Top of Given data

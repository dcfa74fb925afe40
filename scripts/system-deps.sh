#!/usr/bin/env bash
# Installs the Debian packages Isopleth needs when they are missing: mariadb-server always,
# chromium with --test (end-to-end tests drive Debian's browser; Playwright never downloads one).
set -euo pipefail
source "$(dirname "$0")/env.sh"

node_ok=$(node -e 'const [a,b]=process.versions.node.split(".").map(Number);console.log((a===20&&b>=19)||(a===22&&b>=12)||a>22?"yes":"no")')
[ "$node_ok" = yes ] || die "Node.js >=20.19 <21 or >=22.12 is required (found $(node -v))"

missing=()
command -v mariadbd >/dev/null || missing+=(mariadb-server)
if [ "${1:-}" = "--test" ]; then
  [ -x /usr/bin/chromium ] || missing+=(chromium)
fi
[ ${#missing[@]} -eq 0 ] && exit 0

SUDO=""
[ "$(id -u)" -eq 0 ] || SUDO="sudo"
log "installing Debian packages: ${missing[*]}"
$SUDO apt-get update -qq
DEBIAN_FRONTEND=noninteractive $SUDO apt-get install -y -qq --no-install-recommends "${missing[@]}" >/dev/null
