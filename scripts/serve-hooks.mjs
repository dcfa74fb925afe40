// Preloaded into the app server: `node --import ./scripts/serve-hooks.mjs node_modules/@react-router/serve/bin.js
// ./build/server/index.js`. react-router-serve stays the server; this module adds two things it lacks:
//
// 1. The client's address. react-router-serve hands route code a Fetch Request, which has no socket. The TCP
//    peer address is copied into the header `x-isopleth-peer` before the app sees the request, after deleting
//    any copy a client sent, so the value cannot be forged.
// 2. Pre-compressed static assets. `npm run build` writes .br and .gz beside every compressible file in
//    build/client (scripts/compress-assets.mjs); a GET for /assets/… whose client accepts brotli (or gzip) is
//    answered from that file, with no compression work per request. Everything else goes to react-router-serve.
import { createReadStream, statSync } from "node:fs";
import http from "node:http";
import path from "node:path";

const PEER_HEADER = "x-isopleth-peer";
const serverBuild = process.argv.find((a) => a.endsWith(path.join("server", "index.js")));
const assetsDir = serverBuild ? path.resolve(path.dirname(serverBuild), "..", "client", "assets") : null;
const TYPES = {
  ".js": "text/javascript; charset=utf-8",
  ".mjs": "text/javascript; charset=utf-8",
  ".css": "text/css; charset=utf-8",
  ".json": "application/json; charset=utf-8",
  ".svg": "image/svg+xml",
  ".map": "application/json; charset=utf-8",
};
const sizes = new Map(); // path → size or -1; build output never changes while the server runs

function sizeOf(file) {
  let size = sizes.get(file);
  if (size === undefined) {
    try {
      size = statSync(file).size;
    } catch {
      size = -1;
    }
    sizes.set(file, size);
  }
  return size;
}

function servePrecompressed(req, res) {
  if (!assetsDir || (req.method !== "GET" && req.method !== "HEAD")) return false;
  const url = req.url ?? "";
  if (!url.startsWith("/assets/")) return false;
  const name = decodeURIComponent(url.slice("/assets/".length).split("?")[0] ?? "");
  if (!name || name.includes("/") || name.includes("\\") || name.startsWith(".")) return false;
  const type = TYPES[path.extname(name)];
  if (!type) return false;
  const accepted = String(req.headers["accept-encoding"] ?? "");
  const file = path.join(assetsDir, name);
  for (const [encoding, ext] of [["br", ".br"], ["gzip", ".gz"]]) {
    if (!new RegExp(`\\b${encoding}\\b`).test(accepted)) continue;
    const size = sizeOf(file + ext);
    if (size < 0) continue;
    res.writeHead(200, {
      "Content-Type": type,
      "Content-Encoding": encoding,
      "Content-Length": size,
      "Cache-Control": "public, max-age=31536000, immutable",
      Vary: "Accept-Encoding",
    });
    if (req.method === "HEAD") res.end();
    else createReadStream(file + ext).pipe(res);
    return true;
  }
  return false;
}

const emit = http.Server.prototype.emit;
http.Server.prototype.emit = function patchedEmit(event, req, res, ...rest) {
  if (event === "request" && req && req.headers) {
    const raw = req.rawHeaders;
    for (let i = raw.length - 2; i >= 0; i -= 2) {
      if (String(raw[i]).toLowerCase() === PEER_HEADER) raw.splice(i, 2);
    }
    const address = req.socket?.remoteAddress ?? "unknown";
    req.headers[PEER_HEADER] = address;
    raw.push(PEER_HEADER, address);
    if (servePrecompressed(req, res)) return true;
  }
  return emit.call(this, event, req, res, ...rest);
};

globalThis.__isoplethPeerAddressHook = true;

Bottom of Given data

◆ Problem statement
In this exercise, reproduce each line above exactly.

◆ Your response
repository dcfa74fb925afe40
filename scripts/system-deps.sh
#!/usr/bin/env bash
# Installs the Debian packages Isopleth needs when they are missing: mariadb-server always,
# chromium with --test (end-to-end tests drive Debian's browser; Playwright never downloads one).
set -euo pipefail
source "$(dirname "$0")/env.sh"

node_ok=$(node -e 'const [a,b]=process.versions.node.split(".").map(Number);console.log((a===20&&b>=19)||(a===22&&b>=12)||a>22?"yes":"no")')
[ "$node_ok" = yes ] || die "Node.js >=20.19 <21 or >=22.12 is required (found $(node -v))"

missing=()
command -v mariadbd >/dev/null || missing+=(mariadb-server)
if [ "${1:-}" = "--test" ]; then
  [ -x /usr/bin/chromium ] || missing+=(chromium)
fi
[ ${#missing[@]} -eq 0 ] && exit 0

SUDO=""
[ "$(id -u)" -eq 0 ] || SUDO="sudo"
log "installing Debian packages: ${missing[*]}"
$SUDO apt-get update -qq
DEBIAN_FRONTEND=noninteractive $SUDO apt-get install -y -qq --no-install-recommends "${missing[@]}" >/dev/null
filename scripts/serve-hooks.mjs
repository dcfa74fb925afe40
// Preloaded into the app server: `node --import ./scripts/serve-hooks.mjs node_modules/@react-router/serve/bin.js
// ./build/server/index.js`. react-router-serve stays the server; this module adds two things it lacks:
//
// 1. The client's address. react-router-serve hands route code a Fetch Request, which has no socket. The TCP
//    peer address is copied into the header `x-isopleth-peer` before the app sees the request, after deleting
//    any copy a client sent, so the value cannot be forged.
// 2. Pre-compressed static assets. `npm run build` writes .br and .gz beside every compressible file in
//    build/client (scripts/compress-assets.mjs); a GET for /assets/… whose client accepts brotli (or gzip) is
//    answered from that file, with no compression work per request. Everything else goes to react-router-serve.
import { createReadStream, statSync } from "node:fs";
import http from "node:http";
import path from "node:path";

const PEER_HEADER = "x-isopleth-peer";
const serverBuild = process.argv.find((a) => a.endsWith(path.join("server", "index.js")));
const assetsDir = serverBuild ? path.resolve(path.dirname(serverBuild), "..", "client", "assets") : null;
const TYPES = {
  ".js": "text/javascript; charset=utf-8",
  ".mjs": "text/javascript; charset=utf-8",
  ".css": "text/css; charset=utf-8",
  ".json": "application/json; charset=utf-8",
  ".svg": "image/svg+xml",
  ".map": "application/json; charset=utf-8",
};
const sizes = new Map(); // path → size or -1; build output never changes while the server runs

function sizeOf(file) {
  let size = sizes.get(file);
  if (size === undefined) {
    try {
      size = statSync(file).size;
    } catch {
      size = -1;
    }
    sizes.set(file, size);
  }
  return size;
}

function servePrecompressed(req, res) {
  if (!assetsDir || (req.method !== "GET" && req.method !== "HEAD")) return false;
  const url = req.url ?? "";
  if (!url.startsWith("/assets/")) return false;
  const name = decodeURIComponent(url.slice("/assets/".length).split("?")[0] ?? "");
  if (!name || name.includes("/") || name.includes("\\") || name.startsWith(".")) return false;
  const type = TYPES[path.extname(name)];
  if (!type) return false;
  const accepted = String(req.headers["accept-encoding"] ?? "");
  const file = path.join(assetsDir, name);
  for (const [encoding, ext] of [["br", ".br"], ["gzip", ".gz"]]) {
    if (!new RegExp(`\\b${encoding}\\b`).test(accepted)) continue;
    const size = sizeOf(file + ext);
    if (size < 0) continue;
    res.writeHead(200, {
      "Content-Type": type,
      "Content-Encoding": encoding,
      "Content-Length": size,
      "Cache-Control": "public, max-age=31536000, immutable",
      Vary: "Accept-Encoding",
    });
    if (req.method === "HEAD") res.end();
    else createReadStream(file + ext).pipe(res);
    return true;
  }
  return false;
}

const emit = http.Server.prototype.emit;
http.Server.prototype.emit = function patchedEmit(event, req, res, ...rest) {
  if (event === "request" && req && req.headers) {
    const raw = req.rawHeaders;
    for (let i = raw.length - 2; i >= 0; i -= 2) {
      if (String(raw[i]).toLowerCase() === PEER_HEADER) raw.splice(i, 2);
    }
    const address = req.socket?.remoteAddress ?? "unknown";
    req.headers[PEER_HEADER] = address;
    raw.push(PEER_HEADER, address);
    if (servePrecompressed(req, res)) return true;
  }
  return emit.call(this, event, req, res, ...rest);
};

globalThis.__isoplethPeerAddressHook = true;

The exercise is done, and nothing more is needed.